In 2019 a 13-year-old British boy called a child welfare hotline and asked "What should I do if I want to kill somebody?" This year the 18-year-old did, murdering three girls at a dance class and trying to kill eight others and two adults who hoped to protect them. The police later found 164,000 documents and images on his digital devices, including images and videos of dead bodies, torture and beheadings, indicating his long obsession with killing. He downloaded an Al Qaeda training manual which included knife attack methods, and had made ricin, a biological toxin, that he kept in a lunchbox under his bed.
Teachers concerned about his interest in violence had reported him to authorities three times, when he was 13 and 14, without intervention since he was considered by them to be only crazed and not ideologically motivated. Diagnosed with autism at 14, he became increasingly reclusive, anxious, and aggressive in the years before the attack. He received mental health treatment for four years but "stopped engaging" with clinicians in 2023. His defense lawyer was reported to have said, in a statement which borders farce, that there was "no psychiatric evidence which could suggest that a mental disorder contributed" to his actions. With professional judgments like these, snails will soon take over the Earth.

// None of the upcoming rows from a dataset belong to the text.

"""What a terminal shows, worked out from what a program writes to it."""

from __future__ import annotations

import codecs
import re

_TOKEN = re.compile(
    r"\x1b\[(?P<figures>[0-9;?<>=]*)[ -/]*(?P<does>[@-~])|\x1b\][^\x07\x1b]*(?:\x07|\x1b\\)"
    r"|\x1b[^\[\]]|(?P<end>[\r\n])|(?P<signs>[^\x00-\x1f\x7f]+)|."
)
_BEGUN = re.compile(r"\x1b(?:\[[^@-~]*|\][^\x07\x1b]*\x1b?)?\Z")
_OWN_SCREEN = "?1049"


class Paper:
    """Signs in rows, as far as prompts and the desk need it: places, and ends of lines."""

    def __init__(self, columns: int, rows: int) -> None:
        self._blank = " " * columns
        self._rows = [self._blank] * rows
        self._x = self._y = 0
        self._decoder = codecs.getincrementaldecoder("utf-8")(errors="replace")
        self._rest = ""

    @property
    def lines(self) -> list[str]:
        """The rows, without the blanks at their ends."""
        return [row.rstrip() for row in self._rows]

    def write(self, data: bytes) -> None:
        """Write on; a sign or an escape that has only begun waits for the rest of it."""
        text = self._rest + self._decoder.decode(data)
        begun = _BEGUN.search(text)
        until = begun.start() if begun else len(text)
        self._rest = text[until:]
        for token in _TOKEN.finditer(text, 0, until):
            if token["signs"]:
                self._signs(token["signs"])
            elif token["end"]:
                self._end(token["end"])
            elif token["does"] == "H":
                y, x = [int(figure) for figure in token["figures"].split(";") if figure] or [1, 1]
                self._x, self._y = x - 1, y - 1
            elif token["figures"] == _OWN_SCREEN:
                self._rows = [self._blank] * len(self._rows)

    def _signs(self, signs: str) -> None:
        row = self._rows[self._y]
        self._rows[self._y] = row[: self._x] + signs + row[self._x + len(signs) :]
        self._x += len(signs)

    def _end(self, sign: str) -> None:
        if sign == "\r":
            self._x = 0
        elif self._y < len(self._rows) - 1:
            self._y += 1
        else:
            self._rows = [*self._rows[1:], self._blank]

Such killings are not rare, having occurred in Colorado Springs, Raleigh, Buffalo, Texas, Illinois, Serbia, Prague, Georgia, Wisconsin and most recently Nashville, I explaining the underlying motives in a previous article, "Understanding the Newtown Shooter," which is posted on my website (https://www.drstanleygoldstein.com/bio.htm). Sadly, knowledge of child psychological development is minimal among doctors, school personnel, and the general public, as is knowledge of developmental psychopathology, a term coined by my doctoral advisor decades ago. Nuff said.